*Exercise requirements*: Find the number of lines containing the string "tileHeight" in the data. Answer with the number by itself.

*Provided data*:
>>
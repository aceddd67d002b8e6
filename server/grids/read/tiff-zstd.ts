import { addDecoder, BaseDecoder, type GeoTIFFImage } from 'geotiff'
import { ZSTDDecoder } from 'zstddec'

const library = new ZSTDDecoder()

/**
 * ZSTD blocks of TIFF files, unpacked in one go. The decoder that geotiff brings works in a stream and waits for ever
 * on damaged blocks; in one go the library answers an error, which shows as an empty result.
 */
class TiffZstdDecoder extends BaseDecoder {
  override decodeBlock(buffer: ArrayBufferLike): ArrayBufferLike {
    const { tileWidth, tileHeight, bitsPerSample, planarConfiguration, samplesPerPixel = 1 } = this.parameters
    const bits = typeof bitsPerSample === 'number' ? bitsPerSample : (bitsPerSample[0] ?? 8)
    const samples = planarConfiguration === 2 ? 1 : samplesPerPixel
    const wholeBytes = Math.ceil((tileWidth * bits * samples) / 8) * tileHeight
    const unpacked = library.decode(new Uint8Array(buffer), wholeBytes)
    if (unpacked.length === 0 || unpacked.length > wholeBytes) throw new Error('a ZSTD block does not unpack')
    return unpacked.buffer
  }
}

let registered = false

export function useOwnZstdDecoder(): void {
  if (registered) return
  registered = true
  const load = async () => {
    await library.init()
    return TiffZstdDecoder
  }
  addDecoder(50000, load, parametersOf)
}

/** The size of a block as it is stored: the parameters geotiff gives by itself leave the number of samples out. */
async function parametersOf(directory: GeoTIFFImage['fileDirectory']) {
  const height = await directory.loadValue('ImageLength')
  return {
    tileWidth: (await directory.loadValue('TileWidth')) ?? (await directory.loadValue('ImageWidth')) ?? 0,
    tileHeight: (await directory.loadValue('TileLength')) ?? Math.min(height ?? 0, (await directory.loadValue('RowsPerStrip')) ?? Infinity),
    predictor: (await directory.loadValue('Predictor')) ?? 1,
    bitsPerSample: (await directory.loadValue('BitsPerSample')) ?? 8,
    planarConfiguration: (await directory.loadValue('PlanarConfiguration')) ?? 1,
    samplesPerPixel: (await directory.loadValue('SamplesPerPixel')) ?? 1,
  }
}
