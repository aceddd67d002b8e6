import { queryOptions, useMutation, useQueryClient } from '@tanstack/react-query'
import { endpoints } from '../../shared/schemas/endpoints'
import type { BodyInputOf } from '../../shared/schemas/endpoint'
import { call } from './call'

export const usersQuery = () =>
  queryOptions({
    queryKey: ['users'],
    queryFn: ({ signal }) => call(endpoints.listUsers, { query: { limit: 500 }, signal }),
  })

export const invitationsQuery = () =>
  queryOptions({
    queryKey: ['users', 'invitations'],
    queryFn: ({ signal }) => call(endpoints.listInvitations, { query: { limit: 500 }, signal }),
  })

function useUsersChanged() {
  const client = useQueryClient()
  return () => client.invalidateQueries({ queryKey: ['users'] })
}

export function useCreateUser() {
  const onSuccess = useUsersChanged()
  return useMutation({
    mutationFn: (body: BodyInputOf<typeof endpoints.createUser>) => call(endpoints.createUser, { body }),
    onSuccess,
  })
}

export function useChangeUser(id: number) {
  const onSuccess = useUsersChanged()
  return useMutation({
    mutationFn: (body: BodyInputOf<typeof endpoints.changeUser>) => call(endpoints.changeUser, { params: { id }, body }),
    onSuccess,
  })
}

export function useInvite() {
  const onSuccess = useUsersChanged()
  return useMutation({
    mutationFn: (body: BodyInputOf<typeof endpoints.invite>) => call(endpoints.invite, { body }),
    onSuccess,
  })
}
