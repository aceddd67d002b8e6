import { queryOptions, useMutation, useQuery, useQueryClient } from '@tanstack/react-query'
import type { z } from 'zod'
import { can, type Action } from '../../shared/permissions'
import type * as auth from '../../shared/schemas/auth'
import { endpoints } from '../../shared/schemas/endpoints'
import { call } from './call'
import { rememberExpiry } from './session'

export const meQuery = queryOptions({
  queryKey: ['me'],
  queryFn: ({ signal }) => call(endpoints.me, { signal }),
  staleTime: 5 * 60_000,
})

/** Who is signed in; undefined on public pages. */
export function useMe() {
  return useQuery({ ...meQuery, enabled: false }).data
}

export function useCan(action: Action): boolean {
  return can(useMe(), action)
}

function useSessionStart<T>(start: (given: T) => Promise<z.infer<typeof auth.session>>) {
  const client = useQueryClient()
  return useMutation({
    mutationFn: start,
    onSuccess: ({ user, expiresAt }) => {
      client.clear()
      rememberExpiry(expiresAt)
      client.setQueryData(meQuery.queryKey, user)
    },
  })
}

export function useSignIn() {
  return useSessionStart((body: z.input<typeof auth.credentials>) => call(endpoints.signIn, { body }))
}

export function useAcceptInvitation() {
  return useSessionStart((body: z.input<typeof auth.acceptInvitation>) => call(endpoints.acceptInvitation, { body }))
}

export function useSignOut() {
  const client = useQueryClient()
  return useMutation({
    mutationFn: () => call(endpoints.signOut),
    onSuccess: () => {
      rememberExpiry(undefined)
      client.clear()
    },
  })
}

export function useForgotPassword() {
  return useMutation({ mutationFn: (body: z.input<typeof auth.forgotPassword>) => call(endpoints.forgotPassword, { body }) })
}

export function useResetPassword() {
  return useMutation({ mutationFn: (body: z.input<typeof auth.resetPassword>) => call(endpoints.resetPassword, { body }) })
}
<<
*Task answer*: 3